A graduate of Goucher College and the University of Baltimore School of Law, Ms. Wyckoff was admitted to practice law in the State of Maryland in 1997, and in the United States District Court for the District of Maryland in 1999.
125 West Street, Annapolis, MD 21401 | www.cbknlaw.com
Phone: 410-268-6600 | Fax: 410- 269-8409
Q. How can I protect my property if I am getting a divorce?
A. Maryland law protects certain property interests. Property that is acquired by a spouse through gift from a third party or inheritance is that party’s nonmarital property, as is premarital property. Likewise, property that is directly traceable to these sources may be considered nonmarital property. Consequently, it is important to keep records regarding your nonmarital property. Another practical way to protect your assets is to seek resolution through mediation and/or negotiation, both of which are usually less expensive than litigation. Regardless of which process you choose, it is important to consult legal counsel early to gain an understanding ofyour rights.
Donna Schaeffer, Council Baradel – Attorneys at Law
Q. I have a small business. Can I review my employees’ email?
A. It depends on factors such as: whether the email is from a business or personal account; company policies; where the email is stored; and other factors. Beware of the forbidden fruit: if you open Gmail on your employee’s company-issued computer and the employee’s personal Gmail user name and password are already filled in, you may not click through and peruse their Gmail! Think of it like the front door to your employee’s house—if it is unlocked, that doesn’t mean you have permission to enter.
Susan Stobbart Shapiro, Council Baradel – Attorneys at Law
Q. Why should I use an attorney to prepare my Will when I can create my own Will using an internet service?
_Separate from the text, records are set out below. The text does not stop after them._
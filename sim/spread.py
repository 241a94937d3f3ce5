"""Tolerance spread: how the pitch of a patch varies over the parts in the bag.

:func:`spread` draws every toleranced parameter of every part (``Part.tolerance_pct``:
the kinds' defaults, resistors 5 %, capacitors 10 %, pots 20 %, the inverter's kn/kp
20 % and vtn/vtp 10 %, or the part's own ``tolerance:``), renders each drawn build
through :func:`sim.runner.run_jobs`, and reduces the renders to the pitch spread in
cents relative to the nominal render, the fraction of builds within a window, and the
sensitivity of the pitch to each parameter.

How parameters are drawn
    Uniformly within +-tolerance of the nominal value. A tolerance is a limit the maker
    guarantees, not a standard deviation; when only limits are known, a rectangular
    (uniform) distribution is the usual model (source: JCGM 100:2008, the GUM,
    4.3.7). It is the cautious choice: a normal law with the tolerance at 2 or 3 sigma
    would put most parts near nominal, which sorted and binned stock does not promise.

Gates of one package
    The gates of one hex inverter package share a die, so they match each other far
    better than chips from different lots. Each gate parameter is the sum of a draw
    shared by the package (uniform over ``1 - GATE_MISMATCH_FRACTION`` of the
    tolerance) and the gate's own draw (uniform over the rest); the sum stays within
    the tolerance. Gates are placed on packages as the build sheet places them
    (:func:`sim.sheet.assign_packages`).

Reproducibility
    Run k draws from its own stream, ``numpy.random.SeedSequence(seed).spawn(runs)[k]``,
    so its build is the same whatever ``--runs`` is (200 runs extend 50 runs) and the
    numbers are the same serial or parallel: the draws are made here, before any
    render, and each render is a pure function of its overrides.

Sensitivity
    One parameter at a time, by central differences: the parameter at +-1 %
    (SENSITIVITY_STEP_PCT) of its nominal value, every other part nominal; the pitch
    change over the 2 % step in cents per percent. Parameters that do not enter the
    circuit's equations (the behavioural gain of a gate in its transistor form) are
    found by evaluating the equations (:func:`inert_keys`) and neither drawn nor
    rendered.
"""

from __future__ import annotations

import math
import os
import time
from dataclasses import dataclass, field
from pathlib import Path

import numpy as np

import blocks
from sim import kernel, plots
from sim.canvas import Fill, Pen, Scale, padded
from sim.compile import compile_patch
from sim.errors import HalfrailError, UsageError
from sim.fileio import write_json
from sim.notes import cents_between, note_of
from sim.render import RenderOptions, listen_label
from sim.runner import LOCAL, Job, probe_measures, run_jobs
from sim.sheet import assign_packages

#: Builds drawn when none are asked for: each of the 5th and 95th percentiles then
#: rests on about five builds beyond it, enough for a builder's estimate.
DEFAULT_RUNS = 100

#: Seed used when none is given: fixed, so a spread of an edited patch draws the same
#: parts as before and the two spreads compare build by build. Any integer works.
DEFAULT_SEED = 1

#: Seconds kept of each build unless asked otherwise: only the pitch is measured, and
#: half a second holds 50 periods of a 100 Hz drone (the measure needs a few); the
#: render's own 1 s default costs twice as much for the same number.
BATCH_SECONDS = 0.5

#: Window (cents either side of the nominal pitch) a build must land in to count as
#: "within": 50 cents keeps it on the intended note name (the nearest semitone).
DEFAULT_WINDOW_CENTS = 50.0

#: Share of a gate parameter's tolerance drawn per gate; the rest is drawn once per
#: package. from memory: transistors on one die match to tens of millivolts of
#: threshold, while B-series thresholds differ by about a volt between makers and
#: lots; a tenth of the tolerance keeps that order of magnitude.
GATE_MISMATCH_FRACTION = 0.1

#: Step (percent of the nominal value) of the one-at-a-time sensitivity renders: small
#: enough that the pitch responds linearly (the curvature of a 1/x law adds 0.01 % to
#: a slope over +-1 %), large enough that even a weak part moves the pitch far above
#: the measurement's resolution (hundredths of a cent).
SENSITIVITY_STEP_PCT = 1.0

#: The percentiles reported.
LOW_PERCENTILE, HIGH_PERCENTILE = 5.0, 95.0

#: States at which :func:`inert_keys` compares the equations, the seed of their draw
#: and how far beyond the rails they reach (volts; past the input clamps' knee so the
#: clamp parameters count) and the branch currents' range (amperes).
INERT_STATES = 16
INERT_SEED = 2024
INERT_MARGIN_VOLTS = 1.0
INERT_BRANCH_AMPS = 1e-2
#: Times (s) at which the equations are compared: within the supply's power-on ramp,
#: and in steady state at times that are not multiples of any round period.
INERT_TIMES = (3.7e-4, 0.0123, 0.4567)

#: Histogram bins per run count: about sqrt(runs) bins, at least this many.
MIN_BINS = 10


class NoPitchError(HalfrailError):
    """The nominal render has no steady pitch at the probe, so nothing can be compared."""


# ---------------------------------------------------------------------------------
# which probe is measured


def check_probe(patch, probe: str | None) -> str | None:
    """``probe`` if ``patch`` measures it, None for the listening signal.

    A net is measured when the patch probes it or listens to it alone. Raises
    UsageError listing the nets that are measured.
    """
    if probe is None:
        return None
    if probe in patch.probes:
        return probe
    if patch.listen.part is None and patch.listen.nets == (probe,):
        return None
    raise UsageError(f"--probe {probe}: the patch does not measure this net (probes: "
                     f"{', '.join(patch.probes) or 'none'}); add it to probes: in the patch")


def probe_freq(report: dict, probe: str | None) -> float | None:
    """Pitch (Hz) of a render report at ``probe`` (None: the listening signal), or None."""
    return probe_measures(report, probe)["freq_hz"]


def probe_label(patch, probe: str | None) -> str:
    """What is measured, for reports: the net, or the listening signal's label."""
    return probe if probe is not None else listen_label(patch)


def base_overrides(patch) -> tuple[str, ...]:
    """The patch's own ``--set`` overrides, to repeat in every job of a batch."""
    return tuple(patch.overrides)


def override(key: str, value: float) -> str:
    """``"REF.param=value"`` with the value written exactly (``repr`` of the float)."""
    return f"{key}={float(value)!r}"


def cents_or_nan(freq_hz: float | None, reference_hz: float) -> float:
    """Cents from ``reference_hz`` up to ``freq_hz``; NaN when there is no pitch."""
    return cents_between(reference_hz, freq_hz) if freq_hz else math.nan


# ---------------------------------------------------------------------------------
# what varies


@dataclass(frozen=True)
class Varied:
    """One toleranced parameter of one part.

    key: ``"REF.param"``; nominal: its value in SI units; tolerance_pct: +- percent;
    package: the package whose gates share part of the draw (None for other parts);
    minimum, maximum: the parameter's bounds (None when unbounded).
    """

    key: str
    nominal: float
    tolerance_pct: float
    package: str | None = None
    minimum: float | None = None
    maximum: float | None = None

    def clip(self, value: float) -> float:
        """``value`` kept within the parameter's bounds."""
        if self.minimum is not None:
            value = max(value, self.minimum)
        if self.maximum is not None:
            value = min(value, self.maximum)
        return value


def _all_parts(patch):
    yield patch.supply
    yield from patch.parts.values()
A. Various internet services certainly provide an opportunity to create your own Will. However, inevitably, when using such a service, unintentional mistakes will occur. If the mistake is revealed after your passing, your heirs could end up spending thousands of dollars in legal fees to rectify the mistake. Creating an estate plan that accomplishes your estate planning goals is very important. An attorney can help you to understand the applicable estate, tax and other relevant laws with the ultimate goal of creating a customized estate plan that works for you.
Maria Worthington McKenna, Council Baradel – Attorneys at Law
Q. Do I really need to confer with an attorney when buying, selling or developing real property?
A. Conferring with an attorney before contracting to buy or sell property can save a lot of time and money down the road. This is particularly true if there are potential environmental issues related to the property, as a property owner could potentially be responsible for its environmental problems, even if the new owner did not cause the problem. Also, there are significant restrictions associated with building on or re-developing property near the water, and an attorney can help her client through the maze of local, state and federal laws applicable to waterfront development.
Susan Ford, Council Baradel – Attorneys at Law
Q. Are there alternatives to “going to war” in a family law matter?
A. Mediation and Collaborative Law are two forms of alternative dispute resolution designed to facilitate an amicable resolution in a family law matter vs. an acrimonious trial. Collaborative Law is designed as early intervention before the parties have turned to litigation. Mediation, similar to Collaborative Law, has the goal of reaching settlement, but where the two differ is the overall process. Both Mediation and Collaborative Law are alternatives to “going to war” and worth asking your attorney about during that initial consultation.